From the records below, output exactly the lines running from the line containing "A colour between" through the line containing "const [a, b] = [channels(first), channels(second)]", and no others.

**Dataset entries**
★ ★ ★ ★ ★ ★ ★
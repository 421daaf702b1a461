"""Importance-sampled fail fractions against exact tails of scipy.stats and its quadrature."""

import math

import pytest
from scipy import integrate, stats

from flowplan.engine.simulate.rare import ROW_SAMPLES, UNION_SAMPLES
from tests.simulate.flows import Z_SURE, one_pair, simulated
from tests.support.flows import bare_flow, mask, overlay_pair

#: What the estimates may use.
MOST_SAMPLES = 100_000
LARGEST_ERROR = 0.10


def check(rare, exact):
    assert max(ROW_SAMPLES, UNION_SAMPLES) <= MOST_SAMPLES
    assert 0 < rare.relative_error <= LARGEST_ERROR
    assert rare.fail <= 1
    assert rare.fail == pytest.approx(exact, rel=Z_SURE * rare.relative_error)


@pytest.mark.parametrize("exact", [0.9, 0.3, 1e-2, 1e-4, 1e-6, 1e-9, 1e-12, 1e-30])
def test_normal_tail_on_both_sides(exact):
    limit = stats.norm.isf(exact / 2)
    found = simulated(one_pair({"a": 0.8, "b": 0.6}, limit), 100)
    check(found.pairs[0].rare, exact)
    check(found.rare, exact)


@pytest.mark.parametrize("sigmas", [1.0, 3.0, 4.5, 6.0])
def test_normal_tail_on_one_side(sigmas):
    found = simulated(one_pair({"a": {"random": 5.0, "offset": 40.0}}, 40.0 + 5 * sigmas), 100)
    check(found.pairs[0].rare, stats.norm.sf(sigmas) + stats.norm.sf(sigmas + 16))


@pytest.mark.parametrize("sigmas", [2.0, 4.0, 6.0])
def test_a_bound_takes_room_at_its_worst_sign_on_both_sides(sigmas):
    found = simulated(one_pair({"a": {"random": 5.0, "bound": 12.0}}, 12.0 + 5 * sigmas), 100)
    check(found.pairs[0].rare, 2 * stats.norm.sf(sigmas))


@pytest.mark.parametrize("limit", [3.0, 5.0, 8.0, 9.5, 11.0])
def test_normal_and_uniform(limit):
    """One sigma of 1 and a uniform of ±6: the limits lie inside, at the end of, and beyond the uniform."""
    found = simulated(one_pair({"a": 1.0, "b": {"uniform": 6.0}}, limit), 100)
    tail, _ = integrate.quad(lambda u: stats.norm.sf(limit - u), -6, 6, epsabs=0, epsrel=1e-10)
    check(found.pairs[0].rare, 2 * tail / 12)


def test_three_uniforms_near_the_corner():
    """Three of ±1: beyond 3 - d lies the corner's volume d^3 / 48 (Irwin-Hall)."""
    terms = {f"u{i}": {"uniform": 1.0} for i in range(3)}
    found = simulated(one_pair(terms, 3 - 1e-2), 100)
    check(found.pairs[0].rare, 2 * 1e-2**3 / 48)


def test_a_bound_drawn_uniformly():
    found = simulated(one_pair({"a": {"random": 1.0, "bound": 3.0}}, 7.0), 100, bounds="uniform")
    tail, _ = integrate.quad(lambda u: stats.norm.sf(7 - u), -3, 3, epsabs=0, epsrel=1e-10)
    check(found.pairs[0].rare, 2 * tail / 6)


def test_what_cannot_happen_has_no_error():
    found = simulated(one_pair({"a": {"uniform": 3.0}, "b": {"uniform": 2.0}}, 5.5), 100)
    assert (found.pairs[0].rare.fail, found.pairs[0].rare.relative_error) == (0.0, None)
    assert (found.rare.fail, found.rare.relative_error) == (0.0, None)


def test_what_always_happens():
    found = simulated(one_pair({"a": {"offset": 6.0}}, 5.0), 100)
    assert (found.pairs[0].rare.fail, found.rare.fail, found.joint_yield) == (1.0, 1.0, 0.0)


def test_what_nearly_always_happens_is_not_called_certain():
    """Edges of one sigma that lack 4.5 sigma of room: all draws fail, yet the fraction is not 1."""
    masks = [mask("A"), mask("B", "A", cd=2.0)]
    pair = {
        "name": "p",
        "rule": "enclosure",
        "inner": "A",
        "outer": "B",
        "drawn": 1.0,
        "keep": 5.5,
        "axes": "x",
    }
    found = simulated(bare_flow(masks, [pair]), 100)
    check(found.pairs[0].rare, stats.norm.cdf(4.5))
    check(found.rare, stats.norm.cdf(4.5))


@pytest.mark.parametrize("drawn", [2.0, 6.0, 12.0])
def test_edges_that_close_both_sides_at_once_count_once(drawn):
    """CD dominates, so both sides fail together; the closed form adds them, the simulation does not."""
    masks = [mask("A"), mask("B", "A", terms={"a": 0.4}, cd=4.0)]
    pair = {"name": "p", "rule": "enclosure", "inner": "A", "outer": "B", "drawn": drawn, "axes": "x"}
    found = simulated(bare_flow(masks, [pair]), 100)
    cov = [[4.16, 3.84], [3.84, 4.16]]  # E ± e with variances 4 and 0.16
    neither = stats.multivariate_normal(cov=cov).cdf([drawn, drawn])
    one = stats.norm.sf(drawn / math.sqrt(4.16))
    both = stats.multivariate_normal(cov=cov).cdf([-drawn, -drawn])
    check(found.pairs[0].rare, 1 - neither if drawn < 8 else 2 * one - both)


def test_an_estimate_is_never_above_one():
    """Four pairs without room, so that both sides of each always fail: the weights scatter about 1."""
    masks = [mask("A"), *(mask(f"B{i}", "A", terms={"t": {"random": 1.0, "bound": 2.0}}) for i in range(4))]
    pairs = [overlay_pair("A", f"B{i}", limit=0.2, axes="x") for i in range(4)]
    check(simulated(bare_flow(masks, pairs), 100).rare, 1.0)


def star(n, limit, **tool):
    """Masks that each read the first one, so that their errors against it are independent."""
    masks = [mask("A"), *(mask(f"B{i}", "A", terms={"t": 1.0}) for i in range(n))]
    return bare_flow(masks, [overlay_pair("A", f"B{i}", limit=limit, axes="x") for i in range(n)])


def test_union_of_independent_pairs():
    """Six of 1e-9 each: 1 - (1 - p)^6."""
    found = simulated(star(6, stats.norm.isf(0.5e-9)), 100)
    check(found.rare, -math.expm1(6 * math.log1p(-1e-9)))


def test_union_of_pairs_that_fail_together():
    """The same pair under two names fails once."""
    data = star(1, stats.norm.isf(0.5e-9))
    data["pairs"].append({**data["pairs"][0], "name": "again"})
    check(simulated(data, 100).rare, 1e-9)


def test_union_of_correlated_pairs():
    """Two overlays with a correlation of 0.7071 in the tail at four sigma, by a bivariate normal."""
    masks = [mask("A"), mask("B", "A", terms={"t": 1.0}), mask("C", "B", terms={"t": 1.0})]
    limits = 4.0, 4 * math.sqrt(2)
    pairs = [overlay_pair("A", b, limit=v, axes="x") for b, v in zip("BC", limits, strict=True)]
    found = simulated(bare_flow(masks, pairs), 100)
    normal = stats.multivariate_normal(cov=[[1, 1], [1, 2]])
    same = 2 * normal.cdf([-v for v in limits])
    check(found.rare, 2 * 2 * stats.norm.sf(4) - same)
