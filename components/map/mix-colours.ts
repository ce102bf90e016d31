/**
 * A colour between two, in sRGB: what the canvas of the map needs, which knows no `color-mix()` of tokens.
 * @param share of the first [0 to 1]
 * @throws RangeError where a colour is not of the form #RRGGBB or, as a build shortens it, #RGB
 * @example mixColours('#000000', '#FFFFFF', 0.5) // '#808080'
 */
export function mixColours(first: string, second: string, share: number): string {
  const [a, b] = [channels(first), channels(second)]
  return `#${a.map((value, at) => hex(value * share + (b[at] as number) * (1 - share))).join('')}`
}

const hex = (value: number) => Math.round(value).toString(16).padStart(2, '0')

function channels(colour: string): number[] {
  const digits = /^#([\da-f]{6}|[\da-f]{3})$/i.exec(colour.trim())?.[1]
  if (!digits) throw new RangeError(`Not a colour: ${colour}`)
  const pairs = digits.length === 3 ? [...digits].map((digit) => digit + digit) : (digits.match(/../g) ?? [])
  return pairs.map((pair) => Number.parseInt(pair, 16))
}
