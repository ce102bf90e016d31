import Link from 'next/link'
import { Button } from '@/components/ui/button'
import { Disclosure } from '@/components/ui/disclosure'
import { clusterInWords, homeInWords } from './feature-words'
import { type Box, type HomesOnMap } from './homes-on-map'

/** A longer list helps nobody; zooming in shortens it. */
const MOST_LISTED = 200

type Props = { homes: HomesOnMap; onCluster: (box: Box) => void }

/** Everything that the map shows, in words: clusters to go to, homes to open. The way that needs no pointer. */
export function InView({ homes, onCluster }: Props) {
  const clusters = [...homes.clusters].sort((a, b) => b.highestScore - a.highestScore).slice(0, MOST_LISTED)
  const points = [...homes.points].sort((a, b) => b.score - a.score).slice(0, MOST_LISTED - clusters.length)
  const all = homes.clusters.length + homes.points.length
  return (
    <Disclosure
      summary={`What the map shows, in words (${all.toLocaleString('en-GB')})`}
      className="no-print"
    >
      <ul
        className="max-h-80 overflow-y-auto border border-line bg-surface"
        tabIndex={0}
        aria-label="On the map"
      >
        {clusters.map((cluster) => (
          <li
            key={`${cluster.longitude} ${cluster.latitude}`}
            className="border-b border-line last:border-b-0"
          >
            <Button
              kind="quiet"
              size="compact"
              className="w-full justify-start text-left"
              onClick={() => onCluster(cluster.box)}
            >
              Go to {clusterInWords(cluster)}
            </Button>
          </li>
        ))}
        {points.map((home) => (
          <li key={home.id} className="border-b border-line px-2.5 py-1 text-sm last:border-b-0">
            <Link href={`/homes/${home.id}`} prefetch={false} className="link-block link">
              {homeInWords(home)}
            </Link>
          </li>
        ))}
      </ul>
      {all > MOST_LISTED && (
        <p className="mt-2 text-sm text-slate">
          The {MOST_LISTED} with the highest scores; zoom in for the others.
        </p>
      )}
    </Disclosure>
  )
}
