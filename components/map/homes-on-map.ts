/** What the map is handed for the part of the ground on screen. Types only. */
import { type BoardType } from '@/lib/homes/board-type'
import { type Standing } from '@/lib/homes/standing'

/** West, south, east, north [degrees]. */
export type Box = readonly [west: number, south: number, east: number, north: number]

export type Cluster = {
  readonly longitude: number
  readonly latitude: number
  /** what holds all of its homes */
  readonly box: Box
  readonly homes: number
  readonly boards: Readonly<Record<BoardType, number>>
  readonly highestScore: number
}

export type HomePoint = {
  readonly id: string
  readonly address: string
  readonly longitude: number
  readonly latitude: number
  readonly boardType: BoardType
  readonly standing: Standing
  readonly score: number
}

export type HomesOnMap = {
  readonly clusters: readonly Cluster[]
  readonly points: readonly HomePoint[]
  readonly inBox: number
  readonly placed: number
  readonly unplaced: number
  readonly extent: Box | null
}
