/** Names on the ground: those that there is room for at this zoom and in this part of the map. */
import { type Feature, type LineString, type Point } from 'geojson'
import L from 'leaflet'

/** kind of name: [first zoom, last zoom, look] */
const LOOKS: Record<string, readonly [from: number, to: number, look: string]> = {
  town: [10, 13, 'text-base font-bold text-ink'],
  isle: [10, 13, 'text-sm italic text-slate'],
  sea: [12, 15, 'text-sm italic text-blueprint'],
  water: [14, 18, 'text-xs italic text-blueprint'],
  district: [14, 16, 'text-sm font-semibold text-ink'],
  park: [15, 19, 'text-xs text-verdigris'],
  wood: [14, 19, 'text-xs text-verdigris'],
  pitch: [16, 19, 'text-xs text-verdigris'],
  allotment: [16, 19, 'text-xs text-verdigris'],
  marsh: [14, 19, 'text-xs text-verdigris'],
  beach: [14, 19, 'text-xs text-amber'],
}
const STREETS_FROM = 16
const MAIN_ROADS_FROM = 15
/** A name needs about so many pixels a letter. */
const LETTER = 6.6

type Placed = { at: L.LatLng; text: string; look: string; angle: number }

function nameIcon({ text, look, angle }: Placed): L.DivIcon {
  const name = document.createElement('span')
  name.textContent = text
  name.className = `map-name absolute whitespace-nowrap ${look}`
  name.style.transform = `translate(-50%, -50%) rotate(${angle.toFixed(1)}deg)`
  return L.divIcon({ html: name, className: '', iconSize: [0, 0] })
}

/** The longest stretch of a street, where its name has room: its middle and its slope on screen. */
function streetName(map: L.Map, feature: Feature): Placed | null {
  const { name, class: kind } = (feature.properties ?? {}) as { name?: string; class?: string }
  if (
    !name ||
    feature.geometry.type !== 'LineString' ||
    map.getZoom() < (kind === 'main' ? MAIN_ROADS_FROM : STREETS_FROM)
  )
    return null
  const points = (feature.geometry as LineString).coordinates.map(([longitude = 0, latitude = 0]) =>
    map.latLngToLayerPoint([latitude, longitude]),
  )
  let [length, best, from, to] = [0, 0, points[0], points[1]]
  for (let at = 1; at < points.length; at += 1) {
    const [a, b] = [points[at - 1] as L.Point, points[at] as L.Point]
    const step = a.distanceTo(b)
    length += step
    if (step > best) [best, from, to] = [step, a, b]
  }
  if (!from || !to || length < name.length * LETTER) return null
  const slope = (Math.atan2(to.y - from.y, to.x - from.x) * 180) / Math.PI
  return {
    at: map.layerPointToLatLng(from.add(to).divideBy(2)),
    text: name,
    look: 'text-xs text-ink',
    angle: slope > 90 ? slope - 180 : slope < -90 ? slope + 180 : slope,
  }
}

function placeName(map: L.Map, feature: Feature<Point>): Placed | null {
  const { kind, name } = feature.properties as { kind: string; name: string }
  const [from, to, look] = LOOKS[kind] ?? [99, 0, '']
  const [longitude = 0, latitude = 0] = feature.geometry.coordinates
  const zoom = map.getZoom()
  return zoom < from || zoom > to ? null : { at: L.latLng(latitude, longitude), text: name, look, angle: 0 }
}

/**
 * Writes names on a map and keeps them in step with it; decoration only, so that nothing reads them out.
 * @returns what takes them off
 */
export function addNames(
  map: L.Map,
  places: readonly Feature<Point>[],
  streets: readonly Feature[],
): () => void {
  const pane = map.getPane('names') ?? map.createPane('names')
  pane.style.zIndex = '450'
  pane.style.pointerEvents = 'none'
  pane.setAttribute('aria-hidden', 'true')
  const layer = L.layerGroup().addTo(map)
  const write = () => {
    layer.clearLayers()
    const view = map.getBounds().pad(0.05)
    const taken: { x: number; y: number; half: number }[] = []
    const wanted = [
      ...places.map((feature) => placeName(map, feature)),
      ...streets.toReversed().map((feature) => streetName(map, feature)),
    ]
    for (const name of wanted) {
      if (!name || !view.contains(name.at)) continue
      const { x, y } = map.latLngToLayerPoint(name.at)
      const half = (name.text.length * LETTER) / 2
      if (taken.some((other) => Math.abs(other.y - y) < 15 && Math.abs(other.x - x) < half + other.half))
        continue
      taken.push({ x, y, half })
      L.marker(name.at, { icon: nameIcon(name), pane: 'names', interactive: false, keyboard: false }).addTo(
        layer,
      )
    }
  }
  map.on('moveend zoomend', write)
  write()
  return () => {
    map.off('moveend zoomend', write)
    layer.remove()
  }
}
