/** The ring round a marker says how high a score is, beside the words of the legend. */

export const SCORE_RINGS = ['double', 'single', 'none'] as const
export type ScoreRing = (typeof SCORE_RINGS)[number]

/** @source 1,000: category 1 of the published method, in every edition; 100: England's Medium of June 2026 */
const FROM: Record<ScoreRing, number> = { double: 1_000, single: 100, none: 0 }

export const SCORE_RING_WORDS: Record<ScoreRing, string> = {
  double: 'Two rings: score 1,000 or more, category 1',
  single: 'One ring: score 100 to 999',
  none: 'No ring: score under 100',
}

/**
 * The ring of a score, unrounded.
 * @example ringOf(1_034.8) // 'double'
 * @example ringOf(99.9) // 'none'
 */
export const ringOf = (score: number): ScoreRing => SCORE_RINGS.find((ring) => score >= FROM[ring]) ?? 'none'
★ ★ ★ ★ ★ ★ ★
**WRITTEN REPLY**
 * A colour between two, in sRGB: what the canvas of the map needs, which knows no `color-mix()` of tokens.
 * @param share of the first [0 to 1]
 * @throws RangeError where a colour is not of the form #RRGGBB or, as a build shortens it, #RGB
 * @example mixColours('#000000', '#FFFFFF', 0.5) // '#808080'
 */
export function mixColours(first: string, second: string, share: number): string {
  const [a, b] = [channels(first), channels(second)]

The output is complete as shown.